=== Assignment ===
Everything from the line containing "if (word === 'interface')" through the final line of the entries below should be repeated exactly, and nothing else.

=== Data provided ===
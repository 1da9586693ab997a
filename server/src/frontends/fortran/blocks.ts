/** Where blocks end: `end if`, `enddo`, a bare `end`. */
import type { Reader } from './reader.ts';
import type { Token } from './tokens.ts';

/** What an end closes; '' for a bare one. */
export interface Closer {
  readonly word: string;
  /** Tokens of the end itself, without the name behind it. */
  readonly length: number;
}

const words = new Set([
  'if', 'do', 'select', 'where', 'forall', 'associate', 'block', 'critical', 'team', 'type', 'interface', 'enum', 'function', 'subroutine', 'procedure', 'program', 'module', 'submodule', 'blockdata',
]);
export const unitWords = new Set(['', 'function', 'subroutine', 'procedure', 'program', 'module', 'submodule', 'blockdata']);

/** The end that stands at the next token; undefined where there is none: `end` may be a variable. */
export function closerAt(reader: Reader): Closer | undefined {
  const { token } = reader;
  if (token.kind !== 'name' || !token.text.startsWith('end')) return undefined;
  const next = reader.peek();
  if (token.text === 'end') {
    if (!next || next.kind === 'break') return { word: '', length: 1 };
    if (next.kind !== 'name' || !words.has(next.text)) return undefined;
    if (next.text === 'block' && reader.isName('data', 2)) return { word: 'blockdata', length: 3 };
    return isTarget(reader.peek(2)) ? undefined : { word: next.text, length: 2 };
  }
  const word = token.text.slice(3);
  return words.has(word) && !isTarget(next) ? { word, length: 1 } : undefined;
}

function isTarget(behind: Token | undefined): boolean {
  return behind?.kind === 'op' && (behind.text === '=' || behind.text === '%' || behind.text === '=>');
}

/** Takes the end of a block that `opener` began; a problem where another end or none stands there. */
export function closeBlock(reader: Reader, word: string, opener: Token): void {
  const closer = closerAt(reader);
  if (closer?.word === word) {
    reader.at += closer.length;
    if (word === 'interface') reader.skipStatement();
    else if (reader.token.kind === 'name') reader.next();
    return;
  }
  reader.problem(`${opener.text} is not closed`, opener);
  // An end that nothing around waits for is taken for this one's.
  if (closer && !reader.open.includes(closer.word) && !unitWords.has(closer.word)) reader.skipStatement();
}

=== Reply to the exercise ===
    if (word === 'interface') reader.skipStatement();
    else if (reader.token.kind === 'name') reader.next();
    return;
  }
  reader.problem(`${opener.text} is not closed`, opener);
  // An end that nothing around waits for is taken for this one's.
  if (closer && !reader.open.includes(closer.word) && !unitWords.has(closer.word)) reader.skipStatement();
}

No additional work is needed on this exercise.